2019-10-11 16:05:47 INFO DataCleaner: Handling feature na by max na threshold of 0.01 with method 'drop'.
2019-10-11 16:05:47 INFO DataCleaner: After handling na: 636 samples, 168 features
2019-10-11 16:05:47 INFO DataCleaner: Finished fitting.
2019-10-11 16:05:47 INFO FeatureReducer: Starting fitting.
2019-10-11 16:05:47 INFO FeatureReducer: 57 features removed due to cross correlation more than 0.95
2019-10-11 16:05:49 INFO TreeFeatureReducer: Finished tree-based feature reduction of 110 initial features to 13
2019-10-11 16:05:49 INFO FeatureReducer: Finished fitting.
2019-10-11 16:05:49 INFO FeatureReducer: Starting transforming.
2019-10-11 16:05:49 INFO FeatureReducer: Finished transforming.
2019-10-11 16:05:49 INFO TPOTAdaptor: Starting fitting.
2019-10-11 16:07:50 INFO TPOTAdaptor: Finished fitting.

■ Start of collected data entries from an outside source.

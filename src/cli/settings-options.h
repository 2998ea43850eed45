/* settings-options.h - the options --set and --settings, the same for every verb that takes settings. */
#pragma once

#include "data/settings.h"

typedef struct
{
  char *file;  /* --settings FILE */
  char **set;  /* --set key=value, as often as wanted */
} AntSettingsOptions;

/* Add both options to a context; parsing fills `options` (start it as { 0 }). */
void ant_settings_options_add (GOptionContext *context, AntSettingsOptions *options);
/* The file, then every --set in turn, on top of what `settings` hold; _apply begins with the defaults. FALSE with one
 * sentence. */
gboolean ant_settings_options_add_to (const AntSettingsOptions *options, AntSettings *settings, GError **error);
gboolean ant_settings_options_apply (const AntSettingsOptions *options, AntSettings *settings, GError **error);
void ant_settings_options_clear (AntSettingsOptions *options);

2019-10-11 16:07:50 INFO MatPipe successfully fit.
If you see WARNING
or ERROR
, you should inspect the pipeline
to make sure everything is configured as intended. If you see a CRITICAL
,
it is likely something is misconfigured within the pipeline and should be
looked into in detail!
Quick reminders¶
A quick note: Default MatPipe configs automatically infer the type of pymatgen object from the dataframe column name: e.g.,
“composition” = pymatgen.Composition
,
“structure” = pymatgen.Structure
,
“bandstructure” = pymatgen.electronic_structure.bandstructure.BandStructure
,
“dos” = pymatgen.electronic_structure.dos.DOS
.
Make sure your dataframe has the correct name for its input! If you want to use custom names, see the advanced usage page.